CILACAP – Keluarga korban perundungan tuntut agar ada hukuman maksimal terhadap pelaku. Mereka menilai aksi pelaku sudah melampaui batas dengan menganiaya korban berinisal FF, siswa salah satu SMP di Cimanggu, Cilacap.
Sebuah video tengah viral dan menggambarkan aksi siswa SMP di Cilacap yang tengah hajar teman. Aksi ini lebih mirip film laga karena pelaku memukul, menendang korban berulang kali.
Peristiwa perundungan yang kemudian viral ini terjadi pada Selasa (26/9/2023) siang, usai korban bersama pelaku selesai belajar. Namun pihak keluarga baru mengetahui setelah korban pulang dan menangis. Baju korban nampak kotor dan wajah nampak lebam seperti bekas terkena pukulan.
Salah satu kerabat korban, Cici Maryati sangat berharap agar pelaku mendapatkan hukuman paling berat.
“Kalau misalnya ada undang-undangnya, saya berharap bisa dihukum semaksimal mungkin,” katanya, Rabu (27/9/2023).
Keluarga korban perundungan, katanya sudah sangat geram dengan aksi pelaku. Karena aksi terhadap FF ini bukan yang pertama kali. Sebelumnya, sempat ada kejadian serupa pada Jumat (22/9/2023) dan Senin (25/9/2023).
“Ini bukan kejadian yang pertama kalinya. Anak ini emang sering berulah,” kata dia.

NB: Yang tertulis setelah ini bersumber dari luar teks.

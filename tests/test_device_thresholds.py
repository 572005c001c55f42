"""Device thresholds (equipment, not people) and user thresholds.

Device thresholds are compared with the RMS E field **while radiating**: every source on,
no duty-cycle averaging (contract, "Additions: device thresholds").

References
----------
- FCC OET Bulletin 65, Edition 97-01 (1997), eq. (3): S = P G / (4 pi R^2); with the
  plane-wave relation S = E^2 / eta0 the radius where the field reaches E is
  R = sqrt(eta0 P G / (4 pi E^2)).
- IEC 61000-4-3:2020 (Ed. 4.0), Table 1 test levels: level 2 = 3 V/m (FOUND, secondary:
  IEEE EMC Society PSTC list), level 4 = 30 V/m (from memory).
- IEC 60601-1-2:2014, Table 9, 2 450 MHz (2 400-2 570 MHz): 28 V/m (FOUND, secondary:
  Table 9 reproduced in equipment manuals; tests/data/limits_provenance.md).
"""

from __future__ import annotations

import math

import numpy as np
import pytest
from scipy import constants

from keepclear.fields import limits as L
from keepclear.fields.assessment import probe_data
from keepclear.fields.keepout import keepout_distances
from keepclear.fields.scenario import load_scenario

from ._cli import run

ETA0 = math.sqrt(constants.mu_0 / constants.epsilon_0)  # 376.73 ohm, scipy.constants


def device_radius_m(power_w: float, gain_dbi: float, e_v_m: float) -> float:
    """OET 65 eq. (3) with S = E^2/eta0, solved for R (the while-on power P)."""
    return math.sqrt(ETA0 * power_w * 10 ** (gain_dbi / 10) / (4 * math.pi * e_v_m**2))


def exposure_radius_m(power_w: float, duty: float, gain_dbi: float, s_w_m2: float) -> float:
    """OET 65 eq. (3) solved for R with the time-averaged power P d."""
    return math.sqrt(power_w * duty * 10 ** (gain_dbi / 10) / (4 * math.pi * s_w_m2))


SOURCE = """
[[source]]
antenna = "isotropic"
power_w = {power_w}
duty_cycle = {duty}
gain_dbi = {gain_dbi}
position_m = [0.3, -0.2, 1.0]
"""


@pytest.mark.parametrize(("power_w", "gain_dbi"), [(1.0, 0.0), (5.0, 3.0)])
def test_device_keepout_of_an_isotropic_source_matches_the_closed_form(
    write_scenario, power_w, gain_dbi
):
    path = write_scenario(
        SOURCE.format(power_w=power_w, duty=1.0, gain_dbi=gain_dbi)
        + """
        [exposure]
        limits = ["iec-61000-4-3/level-2", "iec-61000-4-3/level-4", "iec-60601-1-2/wireless-2450"]
        """
    )
    results = keepout_distances(load_scenario(path))
    # IEC 61000-4-3 Table 1: 3 and 30 V/m; IEC 60601-1-2 Table 9: 28 V/m
    for result, e_v_m in zip(results, (3.0, 30.0, 28.0), strict=True):
        expected = device_radius_m(power_w, gain_dbi, e_v_m)
        assert result.distance_m >= expected  # never below the closed form
        assert result.distance_m == pytest.approx(expected, rel=5e-3)
        assert result.screening_distance_m == pytest.approx(expected, rel=1e-3)


def test_device_keepout_ignores_the_duty_cycle(write_scenario):
    # A magnetron on a half-wave doubler radiates about half of each mains cycle; a device
    # sees the field while it is on.  The people's (time-averaged) keep-out shrinks by
    # sqrt(d); the device keep-out does not (OET 65 eq. (3) with P, not P d).
    power_w, duty = 2.0, 0.25
    path = write_scenario(
        SOURCE.format(power_w=power_w, duty=duty, gain_dbi=0.0)
        + """
        [exposure]
        limits = ["iec-61000-4-3/level-2", "icnirp-2020/general-public"]
        """
    )
    device, people = keepout_distances(load_scenario(path))
    assert device.distance_m == pytest.approx(device_radius_m(power_w, 0.0, 3.0), rel=5e-3)
    assert device.screening_distance_m == pytest.approx(
        device_radius_m(power_w, 0.0, 3.0), rel=1e-3
    )
    # ICNIRP 2020 Table 5, >2-300 GHz: 10 W/m2 (FOUND, secondary), time-averaged
    assert people.distance_m == pytest.approx(exposure_radius_m(power_w, duty, 0.0, 10.0), rel=5e-3)
    # the same source at d = 1 gives the same device keep-out
    full = write_scenario(
        SOURCE.format(power_w=power_w, duty=1.0, gain_dbi=0.0)
        + '[exposure]\nlimits = ["iec-61000-4-3/level-2"]\n'
    )
    (device_full,) = keepout_distances(load_scenario(full))
    assert device.distance_m == pytest.approx(device_full.distance_m, rel=1e-3)


@pytest.mark.parametrize("basis", ["while-on", "time-averaged"])
@pytest.mark.parametrize("quantity", ["e_v_m", "power_density_w_m2"])
def test_custom_thresholds_on_both_bases(write_scenario, basis, quantity):
    power_w, duty = 4.0, 0.5
    value = 6.0 if quantity == "e_v_m" else 0.05  # V/m or W/m2
    path = write_scenario(
        SOURCE.format(power_w=power_w, duty=duty, gain_dbi=0.0)
        + f"""
        [exposure]
        limits = ["custom/router"]
        [[exposure.threshold]]
        name = "router"
        {quantity} = {value}
        basis = "{basis}"
        """
    )
    scenario = load_scenario(path)
    (result,) = keepout_distances(scenario)
    d = 1.0 if basis == "while-on" else duty
    if quantity == "e_v_m":
        expected = device_radius_m(power_w * d, 0.0, value)
    else:
        expected = exposure_radius_m(power_w, d, 0.0, value)
    assert result.limit_id == "custom/router"
    assert result.distance_m >= expected
    assert result.distance_m == pytest.approx(expected, rel=5e-3)
    # the probe's quotient at the closed-form radius is one (isotropic, OET 65 eq. (3))
    direction = np.array([1.0, 0.0, 0.0])
    point = scenario.centre_m + 0.999 * expected * direction
    data, _ = probe_data(scenario, point[None, :])
    assert data["points"][0]["quotients"]["custom/router"] == pytest.approx(
        1.0 / 0.999**2, rel=2e-3
    )
    value_row = scenario.limit_value("custom/router")
    assert value_row.kind == "device" and value_row.basis == basis
    # contract, Additions: power_density_w_m2 = E^2/eta0 on such rows
    assert value_row.power_density_w_m2 == pytest.approx(value_row.e_v_m**2 / ETA0, rel=1e-12)


def test_probe_quotient_of_a_device_threshold_uses_the_field_while_on(write_scenario):
    path = write_scenario(
        SOURCE.format(power_w=1.0, duty=0.1, gain_dbi=0.0)
        + '[exposure]\nlimits = ["iec-61000-4-3/level-3", "icnirp-2020/general-public"]\n'
    )
    scenario = load_scenario(path)
    data, result = probe_data(scenario, scenario.centre_m[None, :] + [[1.0, 0.0, 0.0]])
    point = data["points"][0]
    # (E_peak / 10 V/m)^2 with E_peak the field of all sources on (IEC 61000-4-3 level 3)
    assert point["quotients"]["iec-61000-4-3/level-3"] == pytest.approx(
        (point["peak_e_v_m"] / 10.0) ** 2, rel=1e-12
    )
    # the people's limit sees the time-averaged density (10 % of the while-on one)
    assert point["quotients"]["icnirp-2020/general-public"] == pytest.approx(
        point["power_density_w_m2"] / 10.0, rel=1e-12
    )
    assert point["power_density_w_m2"] == pytest.approx(
        0.1 * point["peak_power_density_w_m2"], rel=1e-9
    )


def test_limits_json_rows_carry_kind_basis_and_the_equivalent_density():
    result = run("limits", "--json")
    assert result.exit_code == 0
    import json

    rows = {row["id"]: row for row in json.loads(result.stdout)["limits"]}
    row = rows["iec-60601-1-2/wireless-2450"]
    assert (row["kind"], row["basis"], row["e_v_m"]) == ("device", "while-on", 28.0)
    assert row["power_density_w_m2"] == pytest.approx(28.0**2 / ETA0, rel=1e-12)
    assert rows["icnirp-2020/general-public"]["kind"] == "exposure"
    assert rows["icnirp-2020/general-public"]["basis"] == "time-averaged"


BAD_THRESHOLDS = [
    ('name = "a"\ne_v_m = 3.0\nbasis = "peak"', "exposure.threshold.1.basis", "must be one of"),
    (
        'name = "a"\ne_v_m = 3.0\npower_density_w_m2 = 0.1\nbasis = "while-on"',
        "exposure.threshold.1.power_density_w_m2",
        "not both",
    ),
    ('name = "a"\nbasis = "while-on"', "exposure.threshold.1", "needs e_v_m"),
    ('name = "a"\ne_v_m = -3.0\nbasis = "while-on"', "exposure.threshold.1.e_v_m", "> 0"),
    ('name = "A b"\ne_v_m = 3.0\nbasis = "while-on"', "exposure.threshold.1.name", "lower-case"),
    ('name = "a"\ne_v_m = 3.0\nbasis = "while-on"\ncolour = 1', "colour", "colour"),
]


@pytest.mark.parametrize(("body", "key", "fragment"), BAD_THRESHOLDS)
def test_bad_threshold_exits_2_naming_file_and_key(write_scenario, body, key, fragment):
    path = write_scenario(
        SOURCE.format(power_w=1.0, duty=1.0, gain_dbi=0.0)
        + '[exposure]\nlimits = ["icnirp-2020/general-public"]\n[[exposure.threshold]]\n'
        + body
        + "\n"
    )
    result = run("keepout", path)
    assert result.exit_code == 2
    assert str(path.name) in result.stderr and key in result.stderr
    assert fragment in result.stderr
    assert "Traceback" not in result.stderr and len(result.stderr.strip().splitlines()) == 1


def test_duplicate_threshold_name_exits_2(write_scenario):
    path = write_scenario(
        SOURCE.format(power_w=1.0, duty=1.0, gain_dbi=0.0)
        + """
        [exposure]
        limits = ["custom/router"]
        [[exposure.threshold]]
        name = "router"
        e_v_m = 3.0
        basis = "while-on"
        [[exposure.threshold]]
        name = "router"
        e_v_m = 10.0
        basis = "time-averaged"
        """
    )
    result = run("keepout", path)
    assert result.exit_code == 2
    assert "exposure.threshold.2.name" in result.stderr and "unique" in result.stderr
    assert str(path.name) in result.stderr


def test_unknown_custom_id_names_the_known_ones(write_scenario):
    path = write_scenario(
        SOURCE.format(power_w=1.0, duty=1.0, gain_dbi=0.0)
        + """
        [exposure]
        limits = ["custom/ruoter"]
        [[exposure.threshold]]
        name = "router"
        e_v_m = 3.0
        basis = "while-on"
        """
    )
    result = run("keepout", path)
    assert result.exit_code == 2
    assert "exposure.limits.1" in result.stderr and "did you mean 'custom/router'" in result.stderr


def test_custom_threshold_is_usable_with_the_limit_option(write_scenario):
    path = write_scenario(
        SOURCE.format(power_w=1.0, duty=1.0, gain_dbi=0.0)
        + """
        [exposure]
        limits = ["icnirp-2020/general-public"]
        [[exposure.threshold]]
        name = "logger"
        power_density_w_m2 = 0.05
        basis = "time-averaged"
        """
    )
    scenario = load_scenario(path)
    (result,) = keepout_distances(scenario, ["custom/logger"])
    assert result.distance_m == pytest.approx(exposure_radius_m(1.0, 1.0, 0.0, 0.05), rel=5e-3)


def test_custom_threshold_function_refuses_bad_input():
    with pytest.raises(ValueError, match="basis"):
        L.custom_threshold("x", basis="peak", e_v_m=1.0)
    with pytest.raises(ValueError, match="exactly one"):
        L.custom_threshold("x", basis="while-on")
    with pytest.raises(ValueError, match="exactly one"):
        L.custom_threshold("x", basis="while-on", e_v_m=1.0, power_density_w_m2=1.0)
    with pytest.raises(ValueError, match="> 0"):
        L.custom_threshold("x", basis="while-on", e_v_m=float("nan"))


def test_map_quotient_and_zone_of_a_device_threshold_use_the_field_while_on(write_scenario):
    # A duty-cycled isotropic source: the map's device quotient is (E_peak/E_lim)^2 with the
    # field of every source on (contract, Additions), the people's one S_avg/S_lim.
    from keepclear.fields import maps
    from keepclear.fields.field import evaluate

    path = write_scenario(
        SOURCE.format(power_w=1.0, duty=0.2, gain_dbi=0.0)
        + '[exposure]\nlimits = ["iec-61000-4-3/level-3", "icnirp-2020/general-public"]\n'
    )
    scenario = load_scenario(path)
    grid = maps.make_grid(maps.principal_plane("xy", scenario.centre_m), 2.0, pixels=21)
    result = maps.evaluate_map(scenario, grid)
    fields = evaluate(scenario, grid.points_m())
    device = result.quotient("iec-61000-4-3/level-3").ravel()
    ok = np.isfinite(fields.peak_e_v_m)
    assert np.allclose(device[ok], (fields.peak_e_v_m[ok] / 10.0) ** 2, rtol=1e-12)
    people = result.quotient("icnirp-2020/general-public").ravel()
    assert np.allclose(people[ok], fields.power_density_w_m2[ok] / 10.0, rtol=1e-12)
    # 10 V/m is reached within R = sqrt(eta0 P / (4 pi E^2)) = 0.548 m (OET 65 eq. (3))
    inside = np.linalg.norm(grid.points_m() - scenario.centre_m, axis=1) < 0.95 * device_radius_m(
        1.0, 0.0, 10.0
    )
    assert np.all(device[inside] >= 1.0)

Dia menjelaskan, saat ini FF mulai merasakan rasa sakit di punggung, perut dan dada. Kemungkinan besar rasa sakit ini muncul akibat penganiaayan yang dia alami pada Selasa siang tersebut. Selain itu, korban juga masih mengeluhkan rasa pusing.
“Pusing-pusing dari hari pertama. Dan tadi pagi, mulai terasa sakit di punggung, perut dan dada,” katanya.
Keluarga korban perundungan ini juga sangat terkejut saat pertama kali melihat video penganiayaan. Bahkan ibu korban sempat tidak sadarkan diri.
“Ibu sempat tidak sadarkan diri (setelah melihat video). Dari situ, suami saya langsung putuskan untuk lapor. Anak ini sudah kita urus, sudah visum dan ada barang bukti yang nyebar ke mana-mana,” katanya memastikan. (*)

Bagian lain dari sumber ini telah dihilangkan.